Deux magistrates instructrices de la Juridiction nationale de lutte contre le crime organisé (Junalco) ont ordonné ce renvoi jeudi dernier, a appris l'AFP mardi de sources proches du dossier.
Ces Philippins, âgés de 30 à 55 ans, sont soupçonnés d'avoir importé et transporté de la cocaïne et d'avoir participé à une entente en vue de ce trafic de stupéfiants.
Le 1er août, le parquet de Paris avait requis un procès pour ces 13 Philippins.
- Faux plafond -
Le 1er octobre 2021, plus d'une tonne de cocaïne avait été retrouvée dans le faux plafond de la salle de sport de ce vraquier voguant dans la Manche et immobilisé par les autorités.
Dix jours plus tard, un commando armé avait fait irruption sur le cargo, alors à quai à Dunkerque, manifestement à la recherche de la cargaison restante.
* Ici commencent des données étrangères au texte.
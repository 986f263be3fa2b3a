/** Frames that cannot stand are refused with the nodes that move; those that can are not, however soft. */
import fc from 'fast-check'
import { describe, expect, it } from 'vitest'
import { baseInfluence, factorFrame, loadResponse, SolverFault } from '../../solver/index.ts'
import { arraysOf, FIXED, gridFrame, PINNED, type MadeFrame, type MadeMember } from '../support/made-frames.ts'

const STEEL = { EI: 2e4, EA: 1e6 }

function bar(from: number, to: number, pins: 'both' | 'from' | 'to' | 'none' = 'none'): MadeMember {
  return { from, to, ...STEEL, pinFrom: pins === 'both' || pins === 'from', pinTo: pins === 'both' || pins === 'to' }
}

function verdict(made: MadeFrame): string {
  try {
    factorFrame(arraysOf(made))
    return 'stands'
  } catch (fault) {
    if (fault instanceof SolverFault) return `${fault.code} ${fault.what} ${fault.at.join(' ')}`
    throw fault
  }
}

const FOUR_CORNERS = [
  [0, 0],
  [0, 4],
  [6, 4],
  [6, 0],
] as const

describe('a mechanism is found and its nodes are named', () => {
  it('four bars joined by pins', () => {
    const members = [bar(0, 1, 'both'), bar(1, 2, 'both'), bar(3, 2, 'both')]
    expect(
      verdict({
        nodes: FOUR_CORNERS,
        members,
        bases: [
          [0, FIXED],
          [3, FIXED],
        ],
      }),
    ).toBe('mechanism node 1 2')
  })

  it('a portal on pinned bases with pinned beam ends', () => {
    const members = [bar(0, 1), bar(1, 2, 'both'), bar(3, 2)]
    expect(
      verdict({
        nodes: FOUR_CORNERS,
        members,
        bases: [
          [0, PINNED],
          [3, PINNED],
        ],
      }),
    ).toBe('mechanism node 1 2')
    expect(
      verdict({
        nodes: FOUR_CORNERS,
        members,
        bases: [
          [0, PINNED],
          [3, FIXED],
        ],
      }),
    ).toBe('stands')
  })

  it('a beam with one pin too many', () => {
    const nodes = [
      [0, 0],
      [3, 0],
      [6, 0],
      [9, 0],
    ] as const
    const bases = [
      [0, FIXED],
      [3, FIXED],
    ] as const
    function beam(...pins: ('both' | 'from' | 'to' | 'none')[]): MadeFrame {
      return { nodes, members: pins.map((pin, i) => bar(i, i + 1, pin)), bases }
    }
    expect(verdict(beam('to', 'none', 'to'))).toBe('stands')
    expect(verdict(beam('to', 'to', 'to'))).toBe('mechanism node 2')
    expect(verdict(beam('from', 'none', 'to'))).toBe('stands')
    expect(verdict(beam('both', 'to', 'none'))).toBe('mechanism node 1')
    expect(verdict(beam('both', 'both', 'both'))).toBe('mechanism node 1 2')
  })

  it('a column pinned at its base and standing alone', () => {
    const nodes = [
      [0, 0],
      [0, 3],
    ] as const
    expect(verdict({ nodes, members: [bar(0, 1, 'both')], bases: [[0, FIXED]] })).toBe('mechanism node 1')
    expect(verdict({ nodes, members: [bar(0, 1)], bases: [[0, PINNED]] })).toBe('mechanism node 1')
    expect(verdict({ nodes, members: [bar(0, 1, 'to')], bases: [[0, FIXED]] })).toBe('stands')
  })

  it('two bars in one line, also where rounding bends the line', () => {
    for (const sag of [0, 1e-15, 1e-9, 1e-6]) {
      const nodes = [
        [0, 3.5],
        [2, 3.5 - sag],
        [7, 3.5],
      ] as const
      const made: MadeFrame = {
        nodes,
        members: [bar(0, 1, 'both'), bar(1, 2, 'both')],
        bases: [
          [0, FIXED],
          [2, FIXED],
        ],
      }
      expect(verdict(made)).toBe('mechanism node 1')
    }
  })

  it('a base spring that is next to none', () => {
    const nodes = [
      [0, 0],
      [0, 3],
    ] as const
    function onSpring(spring: number): string {
      return verdict({ nodes, members: [bar(0, 1)], bases: [[0, spring]] })
    }
    expect([onSpring(1e-8), onSpring(1)]).toEqual(['mechanism node 1', 'stands'])
  })

  it('several at once are all named, and nodes at rest are not', () => {
    const made = gridFrame(4, 3)
    const top = [8, 9, 10, 11]
    const nodes = [...made.nodes, [-2, 3.5] as const, [20, 3.5] as const]
    // A bracket hung on a pin at either side.
    const members = [...made.members, bar(4, 12, 'from'), bar(7, 13, 'from')]
    expect(verdict({ ...made, nodes, members })).toBe('mechanism node 12 13')
    // And the top storey's columns pinned at both ends.
    const swaying = members.map((m) =>
      top.includes(m.to) && m.from === m.to - 4 ? { ...m, pinFrom: true, pinTo: true } : m,
    )
    expect(verdict({ ...made, nodes, members: swaying })).toBe(`mechanism node ${[...top, 12, 13].join(' ')}`)
  })

  it('a storey of pinned columns in any frame, whatever the stiffnesses', () => {
    const size = fc.record({ columns: fc.integer({ min: 1, max: 9 }), storeys: fc.integer({ min: 1, max: 12 }) })
    fc.assert(
      fc.property(
        size,
        fc.nat(),
        fc.infiniteStream(fc.integer({ min: 0, max: 400 })),
        ({ columns, storeys }, pick, draw) => {
          const made = gridFrame(columns, storeys + 1)
          const soft = 1 + (pick % storeys)
          const members = made.members.map((m) => {
            // Bending and axial stiffness over four orders each.
            const own = { ...m, EI: 1e2 * 10 ** (draw.next().value! / 100), EA: 1e5 * 10 ** (draw.next().value! / 100) }
            const isSoft = m.to === m.from + columns && Math.floor(m.to / columns) === soft
            return isSoft ? { ...own, pinFrom: true, pinTo: true } : own
          })
          const moving = made.nodes.flatMap((_, node) => (node >= soft * columns ? [node] : []))
          expect(verdict({ ...made, members })).toBe(`mechanism node ${moving.join(' ')}`)
        },
      ),
    )
  })
})

describe('parts joined to no base are named', () => {
  it('a part beside the frame, and a node without members', () => {
    const made = gridFrame(2, 2)
    const nodes = [...made.nodes, [20, 3] as const, [24, 3] as const, [30, 0] as const]
    expect(verdict({ ...made, nodes, members: [...made.members, bar(4, 5)] })).toBe('unsupported node 4 5 6')
  })

  it('a frame without bases', () => {
    expect(verdict({ ...gridFrame(2, 2), bases: [] })).toBe('unsupported node 0 1 2 3')
  })

  it('but a base without members is only a base', () => {
    const made = gridFrame(2, 2)
    const nodes = [...made.nodes, [12, 0] as const]
    const f = factorFrame(arraysOf({ ...made, nodes, bases: [...made.bases, [4, FIXED]] }))
    expect(Array.from(baseInfluence(f).reactionUp.subarray(6))).toEqual([0, 0, 0])
  })

  it('and no frame at all is no fault', () => {
    expect(baseInfluence(factorFrame(arraysOf({ nodes: [], members: [], bases: [] }))).cases).toBe(0)
  })
})

describe('what stands is not refused', () => {
  it('a node at which every member is pinned has its rotation left out', () => {
    // A truss of pinned bars: one triangle on two bases, 30 kN at its top; 3-4-5, so 25 kN * 5/4 / 2 in each leg.
    const made: MadeFrame = {
      nodes: [
        [0, 0],
        [6, 0],
        [3, 4],
      ],
      members: [bar(0, 2, 'both'), bar(1, 2, 'both')],
      bases: [
        [0, PINNED],
        [1, FIXED],
      ],
    }
    const r = loadResponse(factorFrame(arraysOf(made)), [{ nodeDown: Float64Array.of(0, 0, 32), onMembers: [] }])
    expect(Array.from(r.axial)).toEqual([expect.closeTo(-20, 10), expect.closeTo(-20, 10)])
    expect(Array.from(r.rotation)).toEqual([0, 0, 0])
    expect([...r.momentFrom, ...r.momentTo, ...r.reactionMoment]).toEqual([0, 0, 0, 0, 0, 0])
    expect(Array.from(r.reactionRight)).toEqual([expect.closeTo(12, 10), expect.closeTo(-12, 10)])
  })

  it('a column cut into 300 pieces, a tower of 60 storeys, a frame of very unlike members', () => {
    const pieces = 300
    const column: MadeFrame = {
      nodes: Array.from({ length: pieces + 1 }, (_, k) => [0, k / 20] as const),
      members: Array.from({ length: pieces }, (_, k) => bar(k, k + 1)),
      bases: [[0, FIXED]],
    }
    expect(verdict(column)).toBe('stands')
    expect(verdict(gridFrame(2, 61))).toBe('stands')
    const grid = gridFrame(5, 5)
    const unlike = grid.members.map((m, i) => ({
      ...m,
      EI: m.EI * 10 ** ((i % 5) - 2),
      EA: m.EA * 10 ** ((i % 3) - 1),
    }))
    expect(verdict({ ...grid, members: unlike })).toBe('stands')
  })
})

describe('arrays that describe no frame are refused', () => {
  const good = arraysOf(gridFrame(2, 2))
  it.each([
    ['a length is missing', { EI: good.EI.subarray(1) }, 'shape EI '],
    ['a height is missing', { z: good.z.subarray(1) }, 'shape z '],
    ['a spring is missing', { baseSpring: good.baseSpring.subarray(1) }, 'shape baseSpring '],
    ['a member starts nowhere', { from: Int32Array.of(0, 9, 2) }, 'shape from 1'],
    ['a member ends nowhere', { to: Int32Array.of(-1, 3, 3) }, 'shape to 0'],
    ['a base stands nowhere', { base: Int32Array.of(0, 4) }, 'shape base 1'],
    ['a base is named twice', { base: Int32Array.of(1, 1) }, 'shape base 1'],
    ['a place is no number', { x: Float64Array.of(0, NaN, 0, Infinity) }, 'not-finite x 1 3'],
    ['a stiffness is infinite', { EA: Float64Array.of(1, 1, Infinity) }, 'not-finite EA 2'],
    ['a shear stiffness is no number', { GAs: Float64Array.of(NaN, 1, Infinity) }, 'not-finite GAs 0'],
    ['a bending stiffness is negative', { EI: Float64Array.of(1, -1, 0) }, 'not-positive EI 1 2'],
    ['a shear stiffness is zero', { GAs: Float64Array.of(1, 0, 1) }, 'not-positive GAs 1'],
    ['a base spring is negative', { baseSpring: Float64Array.of(-1, 0) }, 'not-positive baseSpring 0'],
    ['a member joins a node to itself', { to: Int32Array.of(2, 1, 3) }, 'zero-length member 1'],
    [
      'two joined nodes are in one place',
      { x: Float64Array.of(0, 6, 0, 0), z: Float64Array.of(0, 0, 3, 3) },
      'zero-length member 2',
    ],
  ])('%s', (_, wrong, fault) => {
    let found = 'no fault'
    try {
      factorFrame({ ...good, ...wrong })
    } catch (thrown) {
      if (!(thrown instanceof SolverFault)) throw thrown
      found = `${thrown.code} ${thrown.what} ${thrown.at.join(' ')}`
    }
    expect(found).toBe(fault)
  })
})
Le bateau avait ensuite repris la mer jusqu'à Rotterdam (Pays-Bas): là, une nouvelle fouille des enquêteurs néerlandais le 26 octobre 2021 avait mis au jour 520 kilos supplémentaires, cachés sous de la magnésie.
Il est apparu au cours de l'enquête qu'au total, 3,6 tonnes de cocaïne ont été chargées sur le navire Trudy, dont 2,5 tonnes déchargées sur sa route, selon l'ordonnance de mise en accusation dont l'AFP a eu connaissance mardi.
La valeur de la marchandise est estimée à "plusieurs millions d'euros", précise le document.
- Photographies incriminantes -
La cocaïne, qui provenait du Pérou, présentait "un taux de pureté particulièrement élevé", avait indiqué le parquet dans son réquisitoire définitif que l'AFP avait pu consulter en août.
Cette opération a "induit nécessairement une logistique que seule une organisation criminelle de grande ampleur est capable de mettre en œuvre" avec "l'implication d'un nombre très important de personnes", ont souligné les juges d'instruction.
Le chargement, au Brésil, et le stockage de ces 3,6 tonnes de cocaïne sur le Trudy "n'a été possible que par la légèreté, voire l'incompétence" du capitaine roumain et de son premier officier russe, notent-elles.
Cependant, aucune connaissance ou participation au trafic n'a pu être retenue contre eux.
Les juges ont donc décidé d'un non-lieu en leur faveur, comme pour cinq autres membres de l'équipage, suivant ainsi les réquisitions du parquet.
Initialement, 20 personnes avaient été mises en examen en 2021 dans ce dossier.
"Mon client, ingénieur-mécanicien sur ce navire, avait été incarcéré avec l'intégralité de l'équipage sans distinction aucune. La justice a enfin reconnu son innocence", s'est félicité auprès de l'AFP Me Julien Fresnault, avocat d'un ressortissant russe qui sollicitera "naturellement l'indemnisation de cette détention injustifiée".
Selon les juges, "c'est surtout l'exploitation des téléphones et supports numériques saisis sur les marins et dans leurs cabines qui a permis d'accélérer l'enquête", aux ramifications internationales.
Des photographies ont notamment été retrouvées, montrant au total "sept marins manipulant tout sourire des sacs de cocaïne". Sur d'autres photos, qui "ont circulé entre des membres de l'équipage", on voit "de très fortes sommes d'argent philippin, attestant de juteuses rétributions ou promesses de rétribution dont ont bénéficié les membres de l'équipage" du navire, qui devait se rendre à Anvers, en Belgique.
"Après quatre années de détention provisoire isolé à des milliers de kilomètres des siens, mon client n'espère plus qu'une chose: être entendu et équitablement jugé pour que ce cauchemar prenne fin", a déclaré de son côté à l'AFP Me Fares Aidel Sehili, conseil d'un agent d'entretien philippin.